Servier et son Mediator, c’est l’histoire de la naissance du capitalisme pharmaceutique en France, entre scandales sanitaires, corruption des autorités de santé et protection des politiques.
Dans le procès du Mediator, la Cour d’appel de Paris vient de condamner Servier à 9 millions d’euros d’amende, au remboursement de 415 millions aux organismes de Sécurité sociale. Mais la Cour n’a pas suivi le Parquet qui demandait la confiscation de tous les bénéfices du Mediator, estimés à 182 millions d’euros, pour ne « pas mettre en péril » Servier. Le capitalisme pharmaceutique appréciera que la santé de Servier, reconnu coupable d’escroquerie et d’obtention indue d’autorisation de mise sur le marché, passe avant les 1 500 à 2 000 personnes décédées et les dizaines de milliers de victimes du Mediator qui ont souffert d’insuffisance cardiaque et pulmonaire. Autorisé en 1974 comme antidiabétique, le Mediator était en réalité vendu par une myriade de visiteurs médicaux comme coupe-faim. Un marché plus large et plus rentable : 145 millions de boîtes, vendues à 5 millions de personnes, pour un chiffre d’affaires annuel de 300 millions d’euros !

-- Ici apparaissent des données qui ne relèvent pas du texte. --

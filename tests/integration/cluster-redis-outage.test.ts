// Issue 14: a short Redis outage under two realtime nodes. Redis only carries messages between nodes; while it is
// down each node keeps serving its own clients (acknowledged writes, the room's events on that node, shared notes),
// and once it is back the nodes reconnect on their own, cross-node messages resume, and what one node's clients did
// meanwhile reaches the other's: comments through the room (and PostgreSQL, for a client that asks), note edits
// from PostgreSQL. This file starts its own Redis so stopping it disturbs no other test.
import { randomUUID } from "node:crypto";
import path from "node:path";
import { afterAll, beforeAll, describe, expect, it } from "vitest";
import { freePort } from "@/scripts/stack/ports.mjs";
import { removeRedisData, startRedis, stopRedis } from "@/scripts/stack/redis.mjs";
import type { PresentedComment, PresentedPin } from "@/lib/realtime/events";
import { closeDb, requireIntegrationEnv } from "../support/db";
import { createProjectFixture, type ProjectFixture } from "../support/fixtures";
import { nextEvent, projectClients, request, startRealtimeServer, until, type ClientSocket, type RealtimeProcess } from "../support/realtime";

const redisData = path.join(process.cwd(), ".data", `redis-outage-${process.pid}`);
let redisPort: number;
let nodeA: RealtimeProcess;
let nodeB: RealtimeProcess;
let project: ProjectFixture;
const { on, notesOn, closeAll } = projectClients(() => project);

beforeAll(async () => {
  requireIntegrationEnv();
  redisPort = await freePort();
  const redisUrl = await startRedis({ dataDir: redisData, port: redisPort, throwaway: true });
  project = await createProjectFixture("redis-outage");
  [nodeA, nodeB] = await Promise.all([startRealtimeServer({ env: { REDIS_URL: redisUrl } }), startRealtimeServer({ env: { REDIS_URL: redisUrl } })]);
});

afterAll(async () => {
  closeAll();
  await Promise.all([nodeA?.stop(), nodeB?.stop()]);
  await stopRedis(redisData).catch(() => undefined);
  removeRedisData(redisData);
  await closeDb();
});

async function comment(socket: ClientSocket, pinId: string, body: string): Promise<string> {
  const id = randomUUID();
  expect(await request<PresentedComment>(socket, "comment:create", { id, pinId, body })).toMatchObject({ ok: true });
  return id;
}

describe("a short Redis outage under two realtime nodes", () => {
  it("keeps each node serving its own clients, then resumes cross-node messages with nothing acknowledged lost", { timeout: 90_000 }, async () => {
    const architect = await on(nodeA, "architect");
    const viewerOnA = await on(nodeA, "viewer");
    const mep = await on(nodeB, "mep_engineer");
    const notesA = await notesOn(nodeA, "architect");
    const notesB = await notesOn(nodeB, "mep_engineer");

    const pinId = randomUUID();
    const pinSeenOnB = nextEvent(mep, "pin:created", (pin) => pin.id === pinId);
    expect(
      await request<PresentedPin>(architect, "pin:create", { id: pinId, anchor: { kind: "member", id: "BC-44" }, revisionId: null, title: "Cable tray through bay D2?", discipline: "mep" }),
    ).toMatchObject({ ok: true });
    await pinSeenOnB;
    notesA.doc.getText("notes").insert(0, "Before the outage. ");
    await until(() => notesB.doc.getText("notes").toString().includes("Before the outage."), "B has the edit made before the outage");

    await stopRedis(redisData);

    // Node A without Redis: a write is acknowledged (it is in PostgreSQL) and A's other client hears of it at once.
    const heardOnA = nextEvent(viewerOnA, "comment:created", (c) => c.body === "Written on A while Redis is down.", 5_000);
    const duringOutage = await comment(architect, pinId, "Written on A while Redis is down.");
    await heardOnA;
    // Node B keeps answering its own clients too, and a newcomer can still connect to A.
    const duringOutageOnB = await comment(mep, pinId, "Written on B while Redis is down.");
    const late = await on(nodeA, "structural_engineer");
    expect(late.connected).toBe(true);
    // A note edit on A is stored and reaches A's own clients.
    const notesA2 = await notesOn(nodeA, "structural_engineer");
    notesA.doc.getText("notes").insert(0, "Edited during the outage. ");
    await until(() => notesA2.doc.getText("notes").toString().includes("Edited during the outage."), "A's other notes client has the outage edit");
    await new Promise((r) => setTimeout(r, 2_000));

    await startRedis({ dataDir: redisData, port: redisPort, throwaway: true });

    // The nodes reconnect by themselves: a comment made after Redis is back reaches the other node live.
    const afterSeenOnB = nextEvent(mep, "comment:created", (c) => c.body === "After Redis came back.", 5_000);
    const deadline = Date.now() + 30_000;
    let after = "";
    for (;;) {
      after = await comment(architect, pinId, "After Redis came back.");
      try {
        await afterSeenOnB;
        break;
      } catch (error) {
        if (Date.now() > deadline) throw error;
      }
    }
    expect(after).not.toBe("");
    const moves: number[] = [];
    mep.on("cursors", (batch) => batch.forEach((move) => move.socketId === architect.id && moves.push(move.seq)));
    architect.emit("cursor:move", { point: [4, 8, 9], seq: 1 });
    await until(() => moves.includes(1), "B receives A's cursor after the outage");

    // Nothing acknowledged during the outage is lost: a client on B that catches up gets both comments, and the
    // note edit made on A reaches B (read back from PostgreSQL) as well as a newcomer on B.
    const caughtUp = await request<{ comments: PresentedComment[] }>(mep, "sync:since", { since: new Date(0).toISOString() });
    expect(caughtUp.ok ? caughtUp.data.comments.map((c) => c.id) : []).toEqual(expect.arrayContaining([duringOutage, duringOutageOnB, after]));
    await until(() => notesB.doc.getText("notes").toString().includes("Edited during the outage."), "B has the edit made on A during the outage", 20_000);
    const fresh = await notesOn(nodeB, "viewer");
    expect(fresh.doc.getText("notes").toString()).toContain("Edited during the outage.");
    notesB.doc.getText("notes").insert(0, "After the outage, on B. ");
    await until(() => notesA.doc.getText("notes").toString().includes("After the outage, on B."), "A has B's edit after the outage");
  });
});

Depuis 1986, les alertes internationales, puis les articles de la revue indépendante Prescrire sonnaient l’alerte. Mais pour l’Afssaps (Agence française de sécurité sanitaire des produits de santé), il n’y avait pas « de signal significatif de toxicité du Mediator ». Il aura fallu le livre d’Irène Frachon, Mediator 150, combien de morts ? pour que le scandale éclate, que le Mediator soit retiré de la vente en 2009, et qu’un premier procès ait lieu. L’Afssaps sera condamnée à 303 000 euros pour « blessures et homicides involontaires par négligence ». Mais la plainte devant la Cour de justice de la République contre les quatre ministres de la santé « qui auraient eu le pouvoir d’arrêter la mise sur le marché de ce médicament dès la date où les données acquises de la science ont établi qu’il présentait de graves dangers » est classée sans suite.
Servier, une croissance dopée aux médicaments dangereux et aux protections politiques…
La petite entreprise de fabrication de sirop rachetée par Jacques Servier en 1954 est aujourd’hui un mastodonte du capitalisme pharmaceutique, fort de 21 000 salariéEs dans 150 pays. Cette croissance fulgurante ne s’est pas faite malgré l’affaire du Mediator. Elle s’est faite grâce aux innombrables médicaments dangereux mis sur le marché par Servier, grâce à ses liens avec les pouvoirs en place et la complicité des autorités sanitaires. Le Mediator, le Survector, un antidépresseur retiré du marché en 1999 pour hépato-toxicité et dépendance, l’Isomeride, un coupe-faim retiré du marché en 1997, malgré les alertes sanitaires datant de 1985, le Duxil, un vasodilatateur retiré du marché en 2005 pour neuropathie et inefficacité, son cousin le Vectarion, interdit en 2013, le Locabiotal à la fusafungine, inefficace et responsable d’accidents allergiques graves et d’émergence de résistances ! Jacques Servier meurt à 92 ans, neuvième fortune de France, décoré de la Grand-Croix de la Légion d’honneur par son avocat, le président Nicolas Sarkozy ! Voilà le miracle pharmaceutique made in France !
Les fraudeurs ne sont pas ceux de l’AME, ils sont au ministère de la Santé !
Pratiques d’un autre temps que celles de Servier ? Pas si sûr ! Mediapart vient de révéler que notre ministre de la Santé, Agnès Firmin-Le Bodo, pharmacienne au Havre, aurait reçu du laboratoire Urgo plus de 20 000 euros de cadeaux, montres de luxe, champagne entre 2015 et 2020, qu’elle aurait « oublié » de déclarer au fisc et à la Haute Autorité pour la transparence de la vie publique. Elle n’était pas la seule à recevoir ces cadeaux. Le tiers des pharmacies auraient bénéficié de ces largesses, en toute illégalité, pour un montant de 55 millions d’euros, payés par la Sécu, en volant au passage le fisc de 14 millions d’euros. Borne et Darmanin veulent attaquer les fraudes à l’Aide médicale d’État des sans-papiers. Les vrais fraudeurs sont au ministère de la Santé et à la tête des Big Pharma ! Le capitalisme pharmaceutique nuit gravement à la santé des populations. Pas d’autre solution que d’exproprier les laboratoires et leurs brevets, que d’avancer vers une industrie publique du médicament, transparente, indépendante, travaillant en lien étroit avec les populations et les professionnels de santé.